━━ Provided entries

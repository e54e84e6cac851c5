"""``rondo serve``: the laptop server for the phone page."""

from __future__ import annotations

import ipaddress
import os
import sys
import urllib.parse

from werkzeug.serving import make_server

from . import create_app
from . import demo as demo_data
from .db import connect

__all__ = ["serve"]


def serve(*, host: str = "127.0.0.1", port: int = 8765, data_dir: str = "instance",
          demo: bool = False, tiles: str | None = None, tile_contact: str | None = None,
          lan: bool = False) -> None:
    """Serve until Ctrl+C; ``data_dir`` holds the database and all the app writes.

    ``lan``: HTTPS with this laptop's own CA, and only paired devices get in (webapp/pairing.py).

    ``tiles`` / ``tile_contact`` override TILE_UPSTREAM / TILE_CONTACT of the instance config.
    """
    if tiles is not None:
        _check_tiles(tiles)
    data_dir = os.path.abspath(data_dir)
    os.makedirs(data_dir, exist_ok=True)
    app = create_app(instance_path=data_dir)
    if tiles is not None:
        app.config["TILE_UPSTREAM"] = tiles
    if tile_contact is not None:
        app.config["TILE_CONTACT"] = tile_contact
    if app.config.get("TILE_UPSTREAM"):
        print("rondo: street-map tiles are fetched through this laptop from "
              f"{urllib.parse.urlsplit(app.config['TILE_UPSTREAM']).hostname}, only those viewed, "
              "and kept in a local cache", file=sys.stderr)
    if demo:
        _load_demo(app.config["DATABASE"])
    ssl_context = None
    if lan:
        from .pairing import prepare_server

        ssl_context = prepare_server(app, data_dir, host)
    try:
        server = make_server(host, port, app, threaded=True, ssl_context=ssl_context)
    except OSError as exc:
        raise SystemExit(f"rondo: cannot listen on {host}:{port}: {exc.strerror or exc}") from None
    if not _loopback(host) and not lan:
        print(f"rondo: listening on {host}, reachable from other devices on this network; "
              "there is no login", file=sys.stderr)
    shown = f"[{host}]" if ":" in host else host
    print(f"Rondo is at {'https' if lan else 'http'}://{shown}:{server.server_port}/ "
          f"(data in {data_dir}); Ctrl+C stops it", flush=True)
    if lan:
        laptop = "127.0.0.1" if host in ("0.0.0.0", "::") else shown
        print(f"rondo: to pair a phone, open https://{laptop}:{server.server_port}/pair in a "
              "browser on this laptop; only paired devices get in", flush=True)
    try:
        server.serve_forever()
    except KeyboardInterrupt:
        pass
    finally:
        server.server_close()
        app.extensions["rondo_jobs"].join(timeout_s=1.0)


def _check_tiles(template: str) -> None:
    """A tile URL template must be http(s) and hold {z}, {x} and {y}."""
    missing = [part for part in ("{z}", "{x}", "{y}") if part not in template]
    if not template.startswith(("http://", "https://")) or missing:
        raise SystemExit(f"rondo: --tiles {template!r} is not an http(s) tile URL template with "
                         "{z}, {x} and {y}, such as "
                         "https://tile.openstreetmap.org/{z}/{x}/{y}.png")


def _load_demo(database: str) -> None:
    conn = connect(database)
    try:
        if demo_data.fill_if_empty(conn):
            print("rondo: the empty database now holds the demo scenario", flush=True)
        else:
            print("rondo: the database already holds data; the demo was not loaded", flush=True)
    finally:
        conn.close()


def _loopback(host: str) -> bool:
    if host == "localhost":
        return True
    try:
        return ipaddress.ip_address(host).is_loopback
    except ValueError:
        return False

━━━━

**What the exercise asks**
Above are the records. Print exactly, and only, the lines from the line with "os.makedirs(data_dir, exist_ok=True)" to the line with "street-map tiles are", both inclusive.

**Result of the task**
    os.makedirs(data_dir, exist_ok=True)
    app = create_app(instance_path=data_dir)
    if tiles is not None:
        app.config["TILE_UPSTREAM"] = tiles
    if tile_contact is not None:
        app.config["TILE_CONTACT"] = tile_contact
    if app.config.get("TILE_UPSTREAM"):
        print("rondo: street-map tiles are fetched through this laptop from "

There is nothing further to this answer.